On average, women do tend to prefer work that is interpersonal to work that is solitary. In my 2018 book, Sex Matters, I quoted social scientist Patti Hausman on the question of why more women don’t pursue careers in engineering: “Because they don’t want to. Wherever you go, you will find females far less likely than males to see what is so fascinating about ohms, carburetors, or quarks. Reinventing the curriculum will not make me more interested in learning how my dishwasher works.” That, and not “social engineering” as Andrews argues, largely accounts for why women now dominate the fields of psychology and human resources. These are free choices of free people.

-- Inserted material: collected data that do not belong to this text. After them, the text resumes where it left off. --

@pytest.mark.parametrize("case", CASES, ids=[c.name for c in CASES])
def test_case(case: Case, tmp_path, capsys):
    root = write(tmp_path / "projects", case.files)
    if case.setup:
        case.setup(root)
    code = main(["check", str(root)])
    captured = capsys.readouterr()
    lines = captured.out.splitlines()
    text = captured.out + captured.err
    assert "Traceback" not in text and "internal error" not in text, text
    for pattern in case.expect:
        assert any(re.search(pattern, ln) for ln in lines), (
            f"no line matches {pattern!r}; printed:\n{captured.out}"
        )
    for pattern in case.absent:
        assert not any(re.search(pattern, ln) for ln in lines), captured.out
    if not case.expect and case.code == 0:
        assert not any(": warning:" not in ln for ln in lines), captured.out  # no error lines
    assert code == case.code, captured.out + captured.err
    if case.verify:
        case.verify(root)


def test_every_line_has_the_documented_shape(tmp_path, capsys):
    """`path:line: where: message` — path, optional line, then text; no line is empty."""
    pattern = re.compile(r"^[^:\s][^:]*(?::\d+)?: \S.*$")
    for case in CASES:
        root = write(tmp_path / case.name, case.files)
        if case.setup:
            case.setup(root)
        main(["check", str(root)])
        for ln in capsys.readouterr().out.splitlines():
            assert pattern.match(ln), (case.name, ln)


def test_strict_turns_warnings_into_failure(tmp_path, capsys):
    root = write(
        tmp_path / "projects", portfolio(data=good_csv().replace("2026-01-06", "2026-01-05", 1))
    )
    assert main(["check", str(root)]) == 0
    assert main(["check", "--strict", str(root)]) == 1
    capsys.readouterr()


def test_missing_projects_folder_exits_2(tmp_path, capsys):
    assert main(["check", str(tmp_path / "nowhere")]) == 2
    assert "does not exist" in capsys.readouterr().err


def test_decimal_comma_values_are_exact(tmp_path):
    """Decimal commas with thousands points give the same floats as the plain spelling."""
    vals = ["1.234.567,891", "0,1", "-12,5", "7"]
    root = write(
        tmp_path / "projects",
        portfolio(
            toml=meta(csv={"delimiter": ";", "decimal": ","}),
            data=_rows(list(zip(dates(4), vals, strict=True)), "date;value", ";"),
        ),
    )
    got = _loaded(root).points["value"].to_numpy()
    np.testing.assert_array_equal(got, [1234567.891, 0.1, -12.5, 7.0])


# ------------------------------------------------------------ degenerate statistics, built
# Each project is built into a site; the page must state what was done (the chart's notes
# under "Read with care", or the display's problem sentence) and results.json holds no NaN.


def _subgroup_csv(groups):
    ds = dates(len(groups))
    rows = ["date,batch,value"] + [f"{ds[i]},b{i},{v}" for i, g in enumerate(groups) for v in g]
    return "\n".join(rows) + "\n"


DEGENERATE = {
    "zero-sigma": (
        meta(),
        good_csv(values=[5.0] * 30),
        [
            r"The average moving range of the fit for stage 0 is zero, so the limits collapse onto "
            r"the centre line",
            r"30 points lie exactly on the median",
        ],
    ),
    "one-point": (
        meta(),
        "date,value\n2026-01-05,4.2\n",
        [r"control chart: an individuals chart requires at least two data points, got 1"],
    ),
    "xbar-single-value-subgroups": (
        meta(metric={"type": "subgroups", "subgroup": "batch", "chart": "xbar-r"}),
        _subgroup_csv([[1, 2, 3], [2], [3, 4, 2], [5, 4, 4], [3]]),
        [r"Subgroups at positions \d+, \d+ hold a single value, so they have no range"],
    ),
    "xbar-subgroups-of-one": (
        meta(metric={"type": "subgroups", "subgroup_size": 1, "chart": "xbar-s"}),
        good_csv(),
        [r"control chart: the xbar-s chart does not fit single measured values"],
    ),
    "p-chart-n-zero": (
        meta(metric=dict(DEFECTIVES, chart="p")),
        _attr_csv(GOOD_ATTR + [(0, 0)]),
        [
            r"data\.csv:10: warning: column 'checked': no items checked \(size 0\); "
            r"the row is left out"
        ],
    ),
    "laney-p-too-few": (
        meta(metric=dict(DEFECTIVES, chart="laney-p")),
        _attr_csv([(3, 500), (5, 520)]),
        [
            r"A Laney chart needs at least 3 usable points per fit; stage 0 has 2, "
            r"so the classic p chart limits are used"
        ],
    ),
    "laney-u-one-point": (
        meta(metric=dict(DEFECTS, size="area", chart="laney-u")),
        _attr_csv([(3, 5)], header="date,defects,area"),
        [r"A Laney chart needs at least 3 usable points per fit; stage 0 has 1"],
    ),
}


def _page_text(html_text: str) -> str:
    import html as html_mod

    text = re.sub(r"<script.*?</script>", " ", html_text, flags=re.S)
    return re.sub(r"\s+", " ", html_mod.unescape(re.sub(r"<[^>]+>", " ", text)))


def _no_nan_json(text: str):
    import json

    def refuse(name):
        raise AssertionError(f"results.json holds {name}")

    return json.loads(text, parse_constant=refuse)


@pytest.fixture(scope="module")
def degenerate_site(tmp_path_factory):
    root = tmp_path_factory.mktemp("degenerate")
    files = {}
    for slug, (toml, data, _) in DEGENERATE.items():
        files[f"{slug}/project.toml"] = toml
        files[f"{slug}/data.csv"] = data
    write(root / "projects", files)
    code = main(
        ["build", str(root / "projects"), "--out", str(root / "site"), "--jobs", "1", "--quiet"]
    )
    return root / "site", code


def test_degenerate_projects_all_build(degenerate_site, capsys):
    site, code = degenerate_site
    capsys.readouterr()
    assert code == 0  # warnings only: every project is published, none as an error notice
    for slug in DEGENERATE:
        assert (site / "projects" / slug / "results.json").is_file(), slug


@pytest.mark.parametrize("slug", list(DEGENERATE))
def test_degenerate_page_states_the_behaviour(degenerate_site, slug):
    site, _ = degenerate_site
    page = (site / "projects" / slug / "index.html").read_text(encoding="utf-8")
    text = _page_text(page)
    for pattern in DEGENERATE[slug][2]:
        assert re.search(pattern, text), (pattern, text[:3000])
    for word in ("NaN", "nan ", "inf ", "undefined", "None"):
        assert word not in text, (word, slug)
    doc = _no_nan_json((site / "projects" / slug / "results.json").read_text(encoding="utf-8"))
    assert doc["metrics"], slug
    for name in (site / "projects" / slug / "data").glob("*.json"):
        _no_nan_json(name.read_text(encoding="utf-8"))


def test_zero_sigma_chart_in_results(degenerate_site):
    """Zero sigma: the limits equal the centre line (stated), never NaN."""
    site, _ = degenerate_site
    doc = _no_nan_json((site / "projects" / "zero-sigma" / "results.json").read_text())
    chart = doc["metrics"][0]["control_chart"]["chart"]
    assert set(chart["centre"]) == {5.0} and set(chart["upper"]) == {5.0}
    assert set(chart["lower"]) == {5.0}
    assert any("is zero" in n for n in chart["notes"])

Men do tend to be more comfortable with risk-taking, less aware of social cues, and less averse to open conflict than women. But noticing these differences should be intriguing, not an opportunity to weaponize.
Andrews and the right are painting a cartoonish image of both men and women. And they’re playing a dangerous game. Alienating 51 percent of the population is unlikely to go well for them.
In case you missed it, my Bulwark colleague Cathy Young wrote last week on what she called Andrews’s “grotesquely misogynistic screed.”
If you want to talk about damage being done to the legal profession, once again take a look at what Trump and his team have been up to: corrupting the Department of Justice, installing unqualified lickspittles to the federal bench and in prosecutorial roles (to pursue retributive prosecutions), and demanding big law firms kiss the ring. Right-wing cancel culture is more virulent than ever.